*Work order*: Report every line of the records below that contains the word "each".

** Given entries follows **

// topBudget carries the top-speed run to full scale with the invented
// uncertainties of its measurements.
// methodDiff, when not zero, is the difference between the double-body
// and the Prohaska form factors, added as a source: rectangular, with
// half-width |Δ| about the Prohaska value, so that the other method's
// value lies at its edge.
func topBudget(scale, tankT, seaT, ca float64, form ship.ProhaskaResult, methodDiff float64, rd readings) (Budgets, error) {
	set := uncertain.NewSet()
	src := func(s uncertain.Source) uncertain.ID { return set.MustAdd(s) }
	sys, rnd := uncertain.Systematic, uncertain.Random
	speed := src(uncertain.Source{Name: "carriage speed", U: q.Scalar(0.001), Relative: true, Dist: uncertain.Rectangular, Effect: sys})
	dyn := src(uncertain.Source{Name: "dynamometer calibration", U: q.New(0.05, q.Force), Effect: sys})
	rep := src(uncertain.Source{Name: "resistance repeatability", U: q.New(0.06, q.Force), Type: uncertain.TypeA, DoF: 4, Effect: rnd})
	therm := src(uncertain.Source{Name: "tank thermometer", U: q.New(0.2, q.Temperature), Effect: sys})
	area := src(uncertain.Source{Name: "wetted area", U: q.Scalar(0.005), Relative: true, Effect: sys})
	length := src(uncertain.Source{Name: "model length", U: q.New(0.001, q.Length), Effect: sys})
	k := src(uncertain.Source{Name: "form factor (Prohaska fit)", U: q.Scalar(form.FormFactorStdErr), Type: uncertain.TypeA, DoF: float64(form.Points - 2), Effect: sys})
	kIDs := []uncertain.ID{k}
	if methodDiff != 0 {
		kIDs = append(kIDs, src(uncertain.Source{Name: "form factor method (double body vs Prohaska)", U: q.Scalar(math.Abs(methodDiff) / math.Sqrt(3)), Dist: uncertain.Rectangular, Effect: sys}))
	}
	last := len(speeds) - 1
	run := ship.HullRun{
		Scale:           1 / scale,
		ModelLength:     set.MustMeasure(q.New(modelLength, q.Length), length),
		ModelWettedArea: set.MustMeasure(q.New(modelArea, q.Area), area),
		ModelSpeed:      set.MustMeasure(q.New(speeds[last], q.Velocity), speed),
		ModelResistance: set.MustMeasure(q.New(rd.Resistances[last], q.Force), dyn, rep),
		TankTemperature: set.MustMeasure(q.New(tankT+273.15, q.Temperature), therm),
		SeaTemperature:  uncertain.Exact(q.New(seaT+273.15, q.Temperature)),
		Tank:            fluids.FreshWater(), Sea: fluids.SeaWater(),
		FormFactor: set.MustMeasure(q.Scalar(form.FormFactor), kIDs...),
		Allowance:  uncertain.Exact(q.Scalar(ca)),
	}
	res, err := ship.ExtrapolateHullRun(run)
	if err != nil {
		return Budgets{}, err
	}
	b := Budgets{Run: run, Result: res}
	if b.Resistance, err = res.ShipResistance.Budget("R_s", 0.95); err != nil {
		return Budgets{}, err
	}
	if b.Power, err = res.EffectivePower.Budget("P_E", 0.95); err != nil {
		return Budgets{}, err
	}
	return b, nil
}

func run(w io.Writer, args []string) error {
	_, err := evaluate(w, args)
	return err
}

func evaluate(w io.Writer, args []string) (*Outcome, error) {
	fs := cli.NewFlagSet("towingtank", usageText)
	scale := cli.FloatVar(fs, "scale", 16, 2, 100, "", "ship length over model length (the model is 2 m)")
	tankT := cli.FloatVar(fs, "tank", 15, 1, 35, "°C", "tank (fresh) water temperature; the invented readings are made for it")
	seaT := cli.FloatVar(fs, "sea", 15, 0, 35, "°C", "sea water temperature")
	ca := cli.FloatVar(fs, "ca", 0.0004, -0.001, 0.002, "", "roughness and correlation allowance C_A of the ITTC-1957 extrapolation")
	maxFn := cli.FloatVar(fs, "maxfn", 0.2, 0.1, 0.3, "", fmt.Sprintf("highest Froude number used for Prohaska's form factor; at least 3 runs must be at or below it (%.3f or more with these runs)", lowestMaxFn()))
	dir := fs.String("out", os.TempDir(), "directory for the plots towingtank-coefficients.png/.svg and towingtank-openwater.png/.svg")
	width := cli.FloatVar(fs, "width", 4.5, 1, 30, "m", "towing tank width")
	depth := cli.FloatVar(fs, "depth", 2.2, 0.5, 15, "m", "towing tank water depth")
	plotW := cli.FloatVar(fs, "plotw", 7, 3, 30, "in", "plot width")
	plotH := cli.FloatVar(fs, "ploth", 4.5, 2, 30, "in", "plot height")
	dpi := cli.FloatVar(fs, "dpi", 96, 50, 600, "dots per inch", "PNG resolution")
	drawPlot := fs.Bool("plot", true, "write the PNG and SVG plots to -out")
	if err := cli.ParseFlags(fs, w, args); err != nil {
		return nil, err
	}
	size := plotSize{W: *plotW, H: *plotH, DPI: int(*dpi), Skip: !*drawPlot}
	if *drawPlot {
		if err := cli.Dir("out", *dir); err != nil {
			return nil, err
		}
	}
	if err := maxFroudeHolds(*maxFn); err != nil {
		return nil, err
	}
	tank, err := fluids.FreshWater().AtCelsius(*tankT)
	if err != nil {
		return nil, err
	}
	sea, err := fluids.SeaWater().AtCelsius(*seaT)
	if err != nil {
		return nil, err
	}
	rd, err := readingsAt(tank)
	if err != nil {
		return nil, doing("making the readings for the tank temperature", err)
	}
	test := ship.HullTest{
		Scale: 1 / *scale, ModelLength: q.New(modelLength, q.Length), ModelWettedArea: q.New(modelArea, q.Area),
		Tank:      tank,
		Sea:       sea,
		Allowance: *ca,
	}
	for i := range speeds {
		test.Speeds = append(test.Speeds, q.New(speeds[i], q.Velocity))
		test.Resistances = append(test.Resistances, q.New(rd.Resistances[i], q.Force))
	}
	out := &Outcome{Readings: rd}
	if out.Plain, err = ship.ExtrapolateHull(test); err != nil {
		return nil, doing("extrapolating the resistance test", err)
	}
	if out.Form, err = ship.ProhaskaFromTest(test, *maxFn); err != nil {
		return nil, doing("finding the form factor by Prohaska's method", err)
	}
	test.FormFactor = out.Form.FormFactor
	if out.WithForm, err = ship.ExtrapolateHull(test); err != nil {
		return nil, doing("extrapolating the resistance test with the form factor", err)
	}
	if out.DoubleBody, err = doubleBody(test, rd.DoubleBody); err != nil {
		return nil, doing("analysing the double-body test", err)
	}
	kn := units.MustParse("kn")
	fmt.Fprintf(w, "Towing-tank extrapolation, 1:%g model of a coastal research catamaran (invented data)\n", *scale)
	fmt.Fprintf(w, "model L = %.3g m, S = %.3g m² (wetted, both hulls); ship L = %.4g m, S = %.4g m²\n", modelLength, modelArea,
		out.Plain.ShipLength.Value(), out.Plain.ShipWettedArea.Value())
	fmt.Fprintf(w, "tank: fresh water %g °C, ρ = %.2f kg/m³, ν = %.4e m²/s; sea: %g °C, ρ = %.2f kg/m³, ν = %.4e m²/s\n",
		*tankT, tank.Density.Value(), tank.KinematicViscosity.Value(), *seaT, sea.Density.Value(), sea.KinematicViscosity.Value())
	if *tankT == recordTemperature {
		fmt.Fprintf(w, "readings: the invented record, taken in the tank at %g °C\n", recordTemperature)
	} else {
		fmt.Fprintf(w, "readings: re-made for %g °C from the invented record taken at %g °C, each resistance run holding its C_W = C_Tm − %g·C_Fm\n"+
			"  (the invented hull's 1 + k), each double-body run its C_V/C_F, each open-water run its K_T and K_Q (see -h)\n",
			*tankT, recordTemperature, hullFormFactor)
	}
	fp, db := out.Form, out.DoubleBody
	fmt.Fprintf(w, "form factor by Prohaska (%d runs at Fn ≤ %g): 1 + k = %.3f, u = %.2g (standard uncertainty of the intercept, Type A, ν = %d), R² = %.3f\n",
		fp.Points, fp.MaxFroude, fp.FormFactor, fp.FormFactorStdErr, fp.Points-2, fp.R2)
	if fp.Warning != "" {
		fmt.Fprintf(w, "WARNING (form factor): %s\n", fp.Warning)
	}
	fmt.Fprintf(w, "form factor by the double-body test (%d runs): 1 + k = %.3f, u = %.2g (standard uncertainty of the mean, Type A, ν = %d), spread %.3f\n",
		len(db.PerRun), db.FormFactor, db.StdErr, len(db.PerRun)-1, db.Spread)
	diff := db.FormFactor - fp.FormFactor
	uc := math.Hypot(db.StdErr, fp.FormFactorStdErr)
	out.MethodDiff = 0
	if math.Abs(diff) > 2*uc {
		out.MethodDiff = diff
		fmt.Fprintf(w, "WARNING (form factor): double body − Prohaska = %+.3f, %.1f times their combined standard uncertainty %.2g (flagged above 2):\n"+
			"  the methods disagree beyond their scatter; the difference enters the budget below as a source (rectangular, half-width %.3f, u = %.4f)\n",
			diff, math.Abs(diff)/uc, uc, math.Abs(diff), math.Abs(diff)/math.Sqrt(3))
	} else {
		fmt.Fprintf(w, "double body − Prohaska = %+.3f, within twice their combined standard uncertainty %.2g\n", diff, uc)
	}
	fmt.Fprintln(w)
	fmt.Fprintf(w, "ship figures: C_Ts = (1 + k)·C_Fs + C_R + C_A with C_A = %g (the basin's allowance for roughness and correlation), on S_ship = %.4g m²\n",
		*ca, out.Plain.ShipWettedArea.Value())
	var rAll, pAll []float64
	for _, res := range []*ship.HullResult{out.Plain, out.WithForm} {
		for _, a := range res.Points {
			rAll, pAll = append(rAll, a.ShipResistance.Value()), append(pAll, a.EffectivePower.Value())
		}
	}
	rc, pc := siColumn(rAll, "N"), siColumn(pAll, "W")
	fmt.Fprintf(w, "%6s %6s %8s %9s %9s %8s | %7s %9s %9s %9s | %9s %9s %9s\n", "Vm m/s", "Fn", "Rm N", "C_Tm×10³", "C_Fm×10³", "C_R×10³",
		"Vs kn", "C_Ts×10³", "R_s "+rc.unit, "P_E "+pc.unit, "C_Ts×10³", "R_s "+rc.unit, "P_E "+pc.unit)
	fmt.Fprintf(w, "%62s %29s   %29s\n", "", "ITTC-1957, 1 + k = 1", fmt.Sprintf("with 1 + k = %.3f (Prohaska)", fp.FormFactor))
	for i, a := range out.Plain.Points {
		b := out.WithForm.Points[i]
		vs, _ := kn.ValueOf(a.ShipSpeed)
		fmt.Fprintf(w, "%6.2f %6.3f %8.3f %9.3f %9.3f %8.3f | %7.2f %9.3f %9s %9s | %9.3f %9s %9s\n",
			speeds[i], a.Froude, rd.Resistances[i], a.ModelCT*1e3, a.ModelCF*1e3, a.Residual*1e3,
			vs, a.ShipCT*1e3, rc.cell(a.ShipResistance.Value()), pc.cell(a.EffectivePower.Value()),
			b.ShipCT*1e3, rc.cell(b.ShipResistance.Value()), pc.cell(b.EffectivePower.Value()))
	}
	fmt.Fprintf(w, "(C_R is the ITTC-1957 one, C_Tm − C_Fm; with the form factor C_R = C_Tm − (1 + k)·C_Fm)\n")
	// A run's warning is printed once, naming both extrapolations when
	// they give the same one.
	for i, a := range out.Plain.Points {
		b := out.WithForm.Points[i]
		switch {
		case a.Warning != "" && a.Warning == b.Warning:
			fmt.Fprintf(w, "WARNING (1 + k = %.3f and %.3f): %s\n", out.Plain.FormFactor, out.WithForm.FormFactor, a.Warning)
		default:
			for _, r := range []struct {
				k    float64
				warn string
			}{{out.Plain.FormFactor, a.Warning}, {out.WithForm.FormFactor, b.Warning}} {
				if r.warn != "" {
					fmt.Fprintf(w, "WARNING (1 + k = %.3f): %s\n", r.k, r.warn)
				}
			}
		}
	}
	top := out.WithForm.Points[len(out.WithForm.Points)-1]
	fmt.Fprintf(w, "\nat the top speed, with the form factor: R = %s, P_E = %s\n",
		siSig(top.ShipResistance.Value(), "N", 4), siSig(top.EffectivePower.Value(), "W", 4))
	if err := blockage(w, out, test, *width, *depth); err != nil {
		return nil, doing("the tank blockage correction", err)
	}
	if out.Budget, err = topBudget(*scale, *tankT, *seaT, *ca, out.Form, out.MethodDiff, rd); err != nil {
		return nil, doing("the top speed's uncertainty budget", err)
	}
	fmt.Fprintf(w, "\nUncertainty at the top speed (invented instrument figures; standard uncertainties, first order, GUM):\n")
	fmt.Fprintf(w, "speed u = 0.1 %% (rectangular, half-width %.2f %%), dynamometer 0.05 N, repeatability 0.06 N (the standard deviation s of a single run,\n", 0.1*math.Sqrt(3))
	fmt.Fprintf(w, "from 5 repeat runs, ν = 4: the top speed's figure is one run), tank thermometer 0.2 K, wetted area 0.5 %%, length 1 mm,\n")
	fmt.Fprintf(w, "u(1 + k) = %.2g (Prohaska fit, ν = %d)", out.Form.FormFactorStdErr, out.Form.Points-2)
	if out.MethodDiff != 0 {
		fmt.Fprintf(w, ", the form-factor methods' difference (rectangular, half-width %.3f, u = %.4f)", math.Abs(out.MethodDiff), math.Abs(out.MethodDiff)/math.Sqrt(3))
	}
	fmt.Fprintf(w, "; C_A and the sea temperature taken as exact\n\n")
	bc := siColumn([]float64{out.Budget.Result.ShipResistance.Value()}, "N")
	fmt.Fprint(w, wholeDoF(out.Budget.Resistance.In(bc.unit, bc.scale).String()))
	fmt.Fprintln(w)
	bc = siColumn([]float64{out.Budget.Result.EffectivePower.Value()}, "W")
	fmt.Fprint(w, wholeDoF(out.Budget.Power.In(bc.unit, bc.scale).String()))
	if out.Powering, err = powering(w, test, db, rd, size, *dir); err != nil {
		return nil, doing("the powering prediction", err)
	}
	fmt.Fprintln(w, "\nCAUTION:", ship.HullCaution)
	return out, nil
}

** End of Given entries **

*Output below*:
		fmt.Fprintf(w, "readings: re-made for %g °C from the invented record taken at %g °C, each resistance run holding its C_W = C_Tm − %g·C_Fm\n"+
			"  (the invented hull's 1 + k), each double-body run its C_V/C_F, each open-water run its K_T and K_Q (see -h)\n",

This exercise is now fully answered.